The BJP\'s castigation of the non-Muslims who complain of intolerance comprises words like \"manufactured paper rebellion\", \"fake dissent\", Nehruvian, Leftist and the like.

The BJP's castigation of the non-Muslims who complain of intolerance comprises words like "manufactured paper rebellion", "fake dissent", Nehruvian, Leftist and the like.

In the case of Muslims, however, the charge of being unpatriotic comes naturally to the saffron camp.
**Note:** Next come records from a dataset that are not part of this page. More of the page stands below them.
def test_a_compiled_training_gram_follows_a_change_of_path(monkeypatch):
    # the decision is made while tracing: a function compiled on one path must be traced
    # again after a switch, not reuse its cached program
    monkeypatch.setattr(training, "HOST_PRODUCT_WORK", 1)
    compiled = jax.jit(training.symmetric_fidelity_gram)
    states = jnp.ones((4, 8), jnp.complex64) / math.sqrt(8)
    with kernels.engine_path("host"):
        compiled(states)
        assert "callback" in compiled.lower(states).as_text()
    with kernels.engine_path("device"):
        compiled(states)
        assert "callback" not in compiled.lower(states).as_text()


def _dot_precisions(jaxpr):
    return [eqn.params.get("precision") for eqn in _primitives(jaxpr.jaxpr)
            if eqn.primitive.name == "dot_general"]


def test_every_kernel_and_angle_product_runs_at_full_precision(rng):
    # TF32 (XLA's default float32 product on GPUs) would round these; on the CPU the
    # numbers cannot show it, so the compiled program is inspected: every dot_general
    # must carry Precision.HIGHEST.
    highest = (jax.lax.Precision.HIGHEST, jax.lax.Precision.HIGHEST)
    bp_big = encodings.iqp_style(8, layers=1)  # >= 8 qubits: product prefix as a product
    X8 = jnp.asarray(rng.uniform(-1, 1, size=(6, 8)), jnp.float32)
    params8 = {k: jnp.asarray(v) for k, v in encodings_params(bp_big, rng).items()}
    bp_prod = _product_blueprint(3, rng)
    X3 = jnp.asarray(rng.uniform(-1, 1, size=(6, 3)), jnp.float32)
    params3 = {k: jnp.asarray(v) for k, v in encodings_params(bp_prod, rng).items()}
    with kernels.engine_path("device"):
        programs = {
            "states (parity-table phases, product prefix)": jax.make_jaxpr(
                lambda p: encode_states(bp_big, p, X8))(params8),
            "training value and gradient": _training_jaxpr(_layered(3), X3),
            "product kernel factors and closed form": jax.make_jaxpr(jax.grad(
                lambda p: jnp.sum(kernels.gram_for_training(bp_prod, p, X3))))(params3),
            "projected kernel": jax.make_jaxpr(lambda p: kernels.projected_gram_from_expectations(
                kernels.encoding_expectations(_layered(3), p, X3),
                kernels.encoding_expectations(_layered(3), p, X3), 1.0))(
                {k: jnp.asarray(v) for k, v in encodings_params(_layered(3), rng).items()}),
            "device Gram": jax.make_jaxpr(lambda s: kernels._device_gram(s, s, 2))(
                jnp.ones((5, 8), jnp.complex64)),
        }
    for name, program in programs.items():
        precisions = _dot_precisions(program)
        assert precisions, f"{name}: no matrix product found, the check would be empty"
        assert all(p == highest for p in precisions), f"{name}: {precisions}"


def test_precision_inspection_sees_a_default_product():
    # the inspection above can fail: a plain product carries no HIGHEST precision
    program = jax.make_jaxpr(lambda a: a @ a.T)(jnp.ones((3, 3)))
    assert _dot_precisions(program) and all(
        p != (jax.lax.Precision.HIGHEST,) * 2 for p in _dot_precisions(program))


# --------------------------------------------------------------------------- configuration

def test_compute_device_key_checked_and_gpu_refused_without_one():
    assert config.defaults()["compute"]["device"] == "auto"
    for value in ("auto", "cpu"):
        assert config.resolve_config({"compute": {"device": value}})["compute"]["device"] == value
    with pytest.raises(InvalidInputError, match="one of 'auto', 'cpu', 'gpu'"):
        config.resolve_config({"compute": {"device": "cuda"}})
    with pytest.raises(InvalidInputError, match="found no GPU"):
        config.resolve_config({"compute": {"device": "gpu"}})


def test_fit_with_gpu_but_none_found_exits_2_with_one_line(tmp_path, capsys):
    code = cli.main(["fit", "--set", "compute.device=gpu", "--out", str(tmp_path / "run")])
    _, err = capsys.readouterr()
    assert code == 2
    assert len(err.strip().splitlines()) == 1 and "found no GPU" in err
    assert not (tmp_path / "run").exists()


def test_select_device_applies_the_setting():
    try:
        kernels.select_device("cpu")
        assert not kernels.device_path() and kernels.compute_platform() == "cpu"
        with pytest.raises(InvalidInputError, match="found no GPU"):
            kernels.select_device("gpu")
        with pytest.raises(InvalidInputError, match="compute.device"):
            kernels.select_device("tpu")
    finally:
        kernels.select_device("auto")
    assert jax.config.jax_default_device is None and not kernels.device_path()


def test_run_records_name_the_device_and_path():
    versions = artifacts.library_versions()
    assert versions["compute_device"] == "cpu: cpu (host BLAS path)"
    with kernels.engine_path("device"):
        assert artifacts.library_versions()["compute_device"] == "cpu: cpu (device path)"


# --------------------------------------------------------------------------- device memory

class _FakeAccelerator:
    platform = "gpu"
    device_kind = "fake accelerator"

    def memory_stats(self):
        return {"bytes_limit": 3 * 2**20, "bytes_in_use": 2**20}


def test_device_memory_read_from_memory_stats(monkeypatch):
    assert kernels.device_memory_available() is None  # a CPU: the host budget stands
    monkeypatch.setattr(kernels, "compute_platform", lambda: "gpu")
    monkeypatch.setattr(kernels, "_default_device", lambda: _FakeAccelerator())
    assert kernels.device_memory_available() == 2 * 2**20  # limit - in use


def test_budget_refers_to_device_memory_and_guard_refuses_before_allocating(monkeypatch, rng):
    monkeypatch.setattr(kernels, "device_memory_available", lambda: 2**20)
    assert kernels.resolve_memory_budget(None) == 2**19  # half the free device memory
    assert kernels.resolve_memory_budget("4GiB") == 2**20  # never above what is free
    assert kernels.resolve_memory_budget(1000) == 1000

    def no_states(*args, **kwargs):
        raise AssertionError("states were computed before the budget check")

    monkeypatch.setattr(kernels, "encode_states", no_states)
    bp = _layered(10)  # 300 states x 1024 amplitudes x 8 bytes = 2.3 MiB > 1 MiB free
    with kernels.engine_path("device"):
        with pytest.raises(ResourceLimitError, match="budget"):
            kernels.quantum_gram(bp, encodings_params(bp, rng),
                                 rng.uniform(-1, 1, size=(300, 10)), memory_budget="4GiB")


# --------------------------------------------------------------------------- benchmarks

def test_gram_benchmark_measures_both_paths_side_by_side():
    import json
    import os
    import subprocess
    import sys
    from pathlib import Path

    script = Path(__file__).resolve().parents[1] / "experiments" / "bench_gram.py"
    done = subprocess.run([sys.executable, str(script), "--quick", "--device-path", "--only",
                           "product", "--repeats", "1"], capture_output=True, text=True,
                          timeout=600, env={**os.environ}, check=False)
    assert done.returncode == 0, done.stderr[-2000:]
    report = json.loads(done.stdout)
    assert report["engine"]["paths"] == ["host", "device"]
    assert report["engine"]["compute_device_device_path"].endswith("(device path)")
    both = report["paths_side_by_side"]["product.ratio_total_over_rbf"]
    assert both["host"] > 0 and both["device"] > 0
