"""Learning the encoding: an optax loop over the differentiable Gram and an objective.

Data flow: features + labels -> stratified validation split (from the seed) -> initial
parameters (bandwidth by a median heuristic) -> per step: a class-balanced batch, the Gram
``training_gram`` (fidelity Gram with a symmetric custom derivative), a loss from
``objectives.OBJECTIVES``, ``jax.value_and_grad``, an optax update (one jitted function)
-> early stopping on the validation objective ->
``TrainingResult``. Optional checkpoints (atomic ``.npz`` without pickle + a small JSON) let
an interrupted run resume to exactly the parameters of an uninterrupted one.

One integer seed drives everything: the split and the bandwidth subsample use
``numpy.random.default_rng(seed)``; random biases and every mini-batch use keys derived from
``jax.random.key(seed)`` (the batch of step t uses ``fold_in(batch_key, t)``, so a resumed
run draws the same batches). File I/O happens only when ``checkpoint_dir`` is given and
printing only when ``progress=True``.
"""

from __future__ import annotations

import difflib
import functools
import hashlib
import json
import math
import os
import time
import zipfile
from typing import NamedTuple

import numpy as np
import jax
import jax.numpy as jnp
import optax

from hilbertune import artifacts
from hilbertune.circuits import (PARAM_NAMES, Blueprint, compile_blueprint, encode_states,
                                 initial_params, is_product, validate_features)
from hilbertune.errors import ArtifactError, InvalidInputError, ResourceLimitError, TrainingError
from hilbertune.kernels import (EXACT, device_path, encoding_expectations, gram_for_training,
                                herk_upper, projected_gram_from_expectations,
                                resolve_memory_budget)
from hilbertune import objectives

OPTIMIZERS = ("adam", "sgd", "rmsprop", "adamw")
SCHEDULES = ("constant", "cosine", "warmup_cosine")
KERNELS = ("fidelity", "projected")
CHECKPOINT_NPZ = "checkpoint.npz"
CHECKPOINT_JSON = "checkpoint.json"
CHECKPOINT_FORMAT = 1


class TrainingSettings(NamedTuple):
    """Hyperparameters of ``train_encoding`` (plain data, hashable)."""

    objective: str = "centered_alignment"  # a key of objectives.OBJECTIVES
    steps: int = 100  # number of optimizer updates
    learning_rate: float = 0.05  # peak learning rate of the schedule
    optimizer: str = "adam"  # one of OPTIMIZERS (optax)
    schedule: str = "constant"  # one of SCHEDULES
    clip_norm: float = 1.0  # clip the global gradient norm to this; 0 disables clipping
    batch_size: int = 512  # samples per step, class-balanced; 0 (or >= train size) = full
    #                        batch. 512: full batch on small tables, and on large ones a step
    #                        costs O(512^2) kernel entries (O(512^3) for ridge LOO), not O(N^3)
    validation_fraction: float = 0.2  # stratified hold-out for early stopping; 0 disables
    patience: int = 20  # stop after this many steps without validation improvement; 0 = never
    l2_penalty: float = 0.0  # strength of sum ||p - p_initial||^2 over the trained parameters
    ridge_lambda: float = 0.1  # ridge of the "ridge_loo" / "ridge_kfold" objectives
    folds: int = 5  # folds of "ridge_kfold"
    freeze: tuple = ()  # parameter names left alone, in addition to blueprint.frozen
    checkpoint_every: int = 25  # steps between checkpoints (with checkpoint_dir); 0 = at the end
    bandwidth: float | None = None  # initial bandwidth c; None = median heuristic
    bias_scale: float = 0.0  # initial biases ~ N(0, bias_scale^2)
    weight_decay: float = 1e-4  # decoupled weight decay of "adamw"
    min_improvement: float = 1e-6  # a validation loss must drop by more than this to count
    kernel: str = "fidelity"  # the kernel that is trained: "fidelity" or "projected"
    gamma: float = 1.0  # bandwidth of the projected kernel (kernel == "projected")
    bandwidth_range: float = 0.0  # keep c within [c0 / r, c0 * r] of its start c0; 0 = unbounded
While Aamir Khan has been accused of treachery for saying that his wife felt unsafe in India, Shah Rukh Khan was informed by a Bharatiya Janata Party (BJP) general secretary that his "soul" was in Pakistan.

Although an actor with a saffron hue, Anupam Kher, did not mention Pakistan when he asked Aamir Khan "which country" his family wanted to "move out to", his may have been a rhetorical question.

Kher's ideological soulmate, Yogi Adityanath, MP, gave a demographic twist to the episode by saying that if Aamir Khan and his family left India, there will be a reduction in the country's population.

The sly hint in this innuendo is that the departure of Muslims is welcome since they breed exponentially with their four wives in defiance of the family planning norm of "hum do, hamare do" (we two, our two). Prime Minister Narendra Modi's celebrated remark - hum panch, hamare pachis (we five - husband and four wives - and our 25) encapsulates this view.

Adityanath had described as a "dangerous trend" the recent census reports about an increase in Muslim population - an issue about which the Rashtriya Swayamsevak Sangh (RSS) has expressed concern.

Apart from these caustic digs, the standard argument of the saffron lobby against the protesters is that they were silent during, say, the 1984 anti-Sikh riots.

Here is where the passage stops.